The JSE All Share Index rose 0.6% to 76 480 points yesterday, and the rand moderated to R18.08 to the US dollar, its strongest since February 20 amid the gold rally, and moving away from a near three-year low of R18.60 hit on March 21.

This was also boosted by the dollar’s general weakness after the US Federal Reserve raised interest rates by the expected 25 basis points and said the fight against inflation might require only one more hike this year.

The gold price moderated around $1 963 (R35 530) an ounce yesterday, slightly pausing a recent rally and hurting demand for safer assets amid the ongoing battle to prevent the banking crisis from spreading further.

In the JSE, Sibanye-Stillwater led slight gains in gold stocks, rising 1% to R37.84 per share while Harmony Gold gained 0.2% to R74.28, with AngloGold Ashanti, moderating at R416.71, but Gold Fields eased 0.3% to R240.20 per share.

The market has cheered news that First Citizens BancShares agreed to buy all deposits and loans of failed Silicon Valley Bank.

US Federal Reserve Head of Banking, Michael Barr, blamed the collapse of SVB on mismanagement rather than financial system vulnerabilities.

Barr also told lawmakers that SVB’s troubles were due to “terrible” risk management, suggesting it could be an isolated case.

Oxford Economics lead economist Adam Slater said their analysis of the latest evidence suggested that the situation of the banks contagion was some way from being as severe as the global financial crisis, but the risks to growth were serious.

Slater said bank failures alone did not mean the world was in a full-blown systemic banking crisis, and financial stress measures were not at alarming levels yet.

However, he said some international contagion had been seen, with the failure of Credit Suisse and the Fed having to provide dollar liquidity abroad.
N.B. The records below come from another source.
"""Bad input gets one clear message and the exit status of "Headless runs"
(emu/machines/ref8.md), never a traceback.

Exit statuses (ref8 reference, "Headless runs"): 1 for a bad program or machine file, 2 for a bad
command line. Intel HEX records follow the Intel Hexadecimal Object File
Format Specification (Rev. A, 1988): ``:LLAAAATT<data>CC`` with CC the
two's complement of the sum of the other bytes.
"""

from __future__ import annotations

import json
import os
import signal
import subprocess
import sys
import time

import pytest

import emu

from cli_support import ACC12, ROOT, cli, cli_process, write

GOOD = "li r0, 1\nhalt\n"


def assert_one_error_line(err: str, starts: str):
    assert "Traceback" not in err
    first = err.splitlines()[0]
    assert first.startswith(starts), err
    assert "error" in first


def test_missing_file(capsys, tmp_path):
    code, out, err = cli(capsys, "run", tmp_path / "nothing.asm")
    assert code == 1 and out == ""
    assert err.strip() == f"{tmp_path / 'nothing.asm'}: error: no such file"


def test_folder_instead_of_file(capsys, tmp_path):
    code, _out, err = cli(capsys, "run", tmp_path)
    assert code == 1
    assert err.strip() == f"{tmp_path}: error: is a folder, not a program file"


@pytest.mark.skipif(hasattr(os, "geteuid") and os.geteuid() == 0, reason="root can read any file")
def test_unreadable_file(capsys, tmp_path):
    path = write(tmp_path, "secret.asm", GOOD)
    path.chmod(0)
    code, _out, err = cli(capsys, "run", path)
    assert code == 1
    assert err.strip() == f"{path}: error: cannot read the file (permission denied)"


def test_text_that_is_no_program(capsys, tmp_path):
    path = write(tmp_path, "letter.txt", "Dear harbourmaster,\nthe ferry was late again.\nRegards\n")
    code, _out, err = cli(capsys, "run", path)
    assert code == 1
    assert err.strip() == (f"{path}: error: this is neither assembly source, Intel HEX nor a raw binary "
                           f"image (none of its 3 lines assembles)")


def test_program_error_is_located_with_caret(capsys, tmp_path):
    path = write(tmp_path, "typo.asm", "li r0, 1\nli r9, 2\nhalt\n")
    code, _out, err = cli(capsys, "run", path)
    assert code == 1
    assert err.splitlines() == [f"{path}:2:4: error: r9 is not a register of ref8 (r0–r7)",
                                "    li r9, 2", "       ^"]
“Banks are in a better position to withstand losses and funding strains than in 2007. But leverage is still high by historical standards and there are pockets of weakness, including some emerging market banks,” Slater said.
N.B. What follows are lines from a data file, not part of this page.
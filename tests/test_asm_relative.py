"""Signed and pc-relative operand kinds, and data wider than a word, on alu4.

alu4 (tests/machines/alu4.toml) has 4-bit words and 8-bit addresses; its
``br rel`` is two words, and ``rel`` is a 4-bit two's-complement distance
counted from the next instruction. All offsets and words below are
computed by hand (the comments give the arithmetic); a 4-bit two's
complement −d is 16 − d (by definition).
"""

from __future__ import annotations

from pathlib import Path

import pytest

import asm
import emu

from engine_support import run_program

ALU4_PATH = Path(__file__).parent / "machines" / "alu4.toml"
ALU4 = emu.load_machine(ALU4_PATH)

PROGRAM = """\
start:  ldi 5       ; 0-1
        br fwd      ; 2-3: next is 4, fwd is 6: +2
back:   stop        ; 4
        stop        ; 5
fwd:    addx 12     ; 6-7
        br back     ; 8-9: next is 10, back is 4: -6 = 0xA
msg:    .byte "A"   ; 10-11: 'A' = 0x41, low word first: 1, 4
ptr:    .word fwd   ; 12-13: 6 = 0x06, low word first: 6, 0
"""
WORDS = [1, 5, 5, 2, 0, 0, 2, 12, 5, 0xA, 1, 4, 6, 0]


def machine_text(old: str, new: str) -> emu.Machine:
    text = ALU4_PATH.read_text(encoding="utf-8")
    assert text.count(old) == 1
    return emu.machine_from_text(text.replace(old, new), "alu4-variant.toml")


def test_a_relative_branch_assembles_to_hand_computed_distances():
    assert asm.assemble_text(PROGRAM, ALU4).flat() == WORDS


def test_the_distance_counted_from_the_instruction_itself():
    this = machine_text('relative = "next"', 'relative = "this"')
    words = asm.assemble_text(PROGRAM, this).flat()
    assert words[2:4] == [5, 4]      # fwd 6 − br at 2 = +4
    assert words[8:10] == [5, 0xC]   # back 4 − br at 8 = −4 = 16 − 4


@pytest.mark.parametrize("path", ["fused", "stepped"])
def test_the_branch_runs_to_its_target(path):
    run = run_program(ALU4, WORDS, path)
    assert run.emu.get("acc") == (5 + 12) & 0xF   # ldi 1 at 4-5 never ran: br skipped to addx
    assert run.emu.get("c") == 1
    assert run.emu.get("pc") == 5                 # stopped at back (4)


@pytest.mark.parametrize("gap, distance", [(8, 8), (0, 0)])   # far = 2 + gap
def test_a_distance_out_of_range_is_a_located_error_that_says_it(gap, distance):
    source = "        br far\n" + "        stop\n" * gap + "far:    stop\n"
    if distance == 0:
        assert asm.assemble_text(source, ALU4).flat()[:2] == [5, 0]   # far right after: 0
        return
    with pytest.raises(asm.AsmError) as caught:
        asm.assemble_text(source, ALU4)
    assert str(caught.value).startswith(
        "<input>:1:12: error: the target 0x0A is 8 words from the next instruction (0x02); rel reaches -8…7")


def test_a_backward_distance_past_the_range_is_refused():
    with pytest.raises(asm.AsmError) as caught:
        asm.assemble_text("top:    stop\n" + "        stop\n" * 7 + "        br top\n", ALU4)
    assert "the target 0x00 is -10 words from the next instruction (0x0A)" in str(caught.value)


def test_the_disassembler_shows_the_target_and_its_label():
    program = asm.assemble_text(PROGRAM, ALU4)
    plain = [line.split(";")[0].strip() for line in asm.disassemble(ALU4, WORDS[:10], 0)]
    assert "br 0x06" in " ".join(plain) and "br 0x04" in " ".join(plain)
    labelled = " ".join(asm.disassemble(ALU4, WORDS[:10], 0, program))
    assert "br fwd" in labelled and "br back" in labelled


def test_a_signed_kind_takes_its_twos_complement_range():
    kind = ALU4.operand_kinds["rel"]
    assert (kind.low, kind.high, kind.signed, kind.relative) == (-8, 7, True, "next")


def test_a_character_wider_than_a_word_is_refused_when_its_code_is_above_255():
    with pytest.raises(asm.AsmError) as caught:
        asm.assemble_text('.byte "é€"\n', ALU4)
    assert "does not fit 2 data words (a character is 8 bits) (0…255)" in str(caught.value)
    assert asm.assemble_text('.byte "é"\n', ALU4).flat() == [0x9, 0xE]   # é = 0xE9


def test_a_word_holds_an_address_in_as_many_words_as_it_needs():
    assert asm.assemble_text(".word 0xAB, -1\n", ALU4).flat() == [0xB, 0xA, 0xF, 0xF]


def test_a_signed_or_relative_key_on_a_register_kind_is_refused():
    with pytest.raises(emu.MachineError) as caught:
        machine_text('imm = { bits = 4 }', 'imm = { registers = ["acc"], signed = true }')
    assert "'signed' is for number operands" in str(caught.value)


def test_a_branch_back_past_address_0_wraps_round_the_end_of_memory():
    """br at 2 (next is 4) to 0xFF: 4 − 5 = −1, which is 0xFF in alu4's 256 words (8-bit pc),
    so the distance is −5 = 16 − 5 = 0xB; the disassembler writes it back as 0xFF
    (found by ``relaybench check --machine alu4.toml``, round trip)."""
    program = asm.assemble_text("stop\nstop\nbr 0xFF\n", ALU4)
    assert program.flat() == [0, 0, 5, 0xB]
    assert "br 0xFF" in asm.disassemble(ALU4, program.flat(), 0)[-1]
    with pytest.raises(asm.AsmError, match="124 words from the next instruction"):
        asm.assemble_text("stop\nstop\nbr 0x80\n", ALU4)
“The strains on banks will be transmitted to the real economy mostly via tighter credit conditions. By how much isn’t yet clear. Importantly, this may take time as asset impairment – and banks’ reactions to it – could be a slow-burning process.

“Still, we’re already at a point where our baseline global growth forecasts are starting to be affected and downside risks are significantly higher.”